Functionalization of SHELS particle surface to improve tissue retention, reduce cell uptake, and protein binding without affecting encapsulated enzyme activity might further prolong the in vivo activity.

Conclusions and Future Potential of SHELS

In summary, SHELS are shown to be a promising platform for encapsulating functional biomolecules, such as enzymes acting on small molecule substrates that can freely diffuse in and out through particles’ pores. SHELS can be manufactured in large quantities with sizes and characteristics that can be tightly controlled, thus maximizing entrapment capacity and enzymatic activity. The experimental results show that this porous shell effectively encapsulates the enzyme payload without affecting enzyme activity. The shell also protects the payload from specific and nonspecific interference from large biomolecules in vivo. In addition, surface modifications of SHELS should be able to enhance circulation and targeting in vivo without the need for modification of the payload. As nanomasking provides flexible fabrication of SHELS with control of particle dimensions and permeability, SHELS can be tailored and optimized for specific loads and substrates. Moreover, the utilization of a hollow nanostructure reduces the amount of carrier material introduced into the body. It has also been shown that the SHELS technology prevents the neutralization of nonhuman enzymes by antibodies in vivo and can be used to achieve systemic effects even while these particles remain localized.

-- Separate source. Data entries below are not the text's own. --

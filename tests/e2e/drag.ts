import type { Locator, Page } from '@playwright/test'

/**
 * Drags a card onto a column's drop area with the mouse, as a person would: press, travel,
 * release. Returns the moment of release (performance.now()), for timing what follows.
 */
export async function dragCard(page: Page, card: Locator, target: Locator): Promise<number> {
  await card.scrollIntoViewIfNeeded()
  const from = (await card.boundingBox())!
  const to = (await target.boundingBox())!
  await page.mouse.move(from.x + from.width / 2, from.y + 20)
  await page.mouse.down()
  await page.mouse.move(from.x + from.width / 2 + 10, from.y + 30, { steps: 4 })
  await page.mouse.move(to.x + to.width / 2, to.y + 40, { steps: 12 })
  const releasedAt = performance.now()
  await page.mouse.up()
  return releasedAt
}

/**
 * Drags a card over `via` (so the list there takes it in passing) and lets go over `release`:
 * where a person changes their mind mid-drag, or misses the column they aimed at.
 */
export async function dragVia(page: Page, card: Locator, via: Locator, release: Locator): Promise<void> {
  await card.scrollIntoViewIfNeeded()
  const from = (await card.boundingBox())!
  const over = (await via.boundingBox())!
  const to = (await release.boundingBox())!
  await page.mouse.move(from.x + from.width / 2, from.y + 20)
  await page.mouse.down()
  await page.mouse.move(from.x + from.width / 2 + 10, from.y + 30, { steps: 4 })
  await page.mouse.move(over.x + over.width / 2, over.y + 40, { steps: 12 })
  await page.mouse.move(to.x + to.width / 2, to.y + to.height / 2, { steps: 12 })
  await page.mouse.up()
}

The SHELS fabrication approach is general and should be applicable to many other materials. SHELS made of different materials can be envisioned being used in a variety of applications, including nonbiomedical ones such as biocatalysis.

For medical applications, however, toxicity and quantification of the immune response on SHELS will need further study. The effect of surface modifications on the activity of the payload remains to be tested. Indeed, for systemic delivery applications the surface of SHELS can be further functionalized for targeting and improved circulation half-life, thereby eliminating the need for chemical modification of the enzymic payload. Under these conditions, stealth SHELS should allow continuous and controlled access of the substrate to the native enzyme cargo, which makes this a promising therapeutic platform for treating metastatic disease. In addition, SHELS could be applicable to in vivo medical diagnostics and monitoring. Enzyme-prodrug therapy and enzymatic depletion of tumor nutrients are among the most promising applications of SHELS.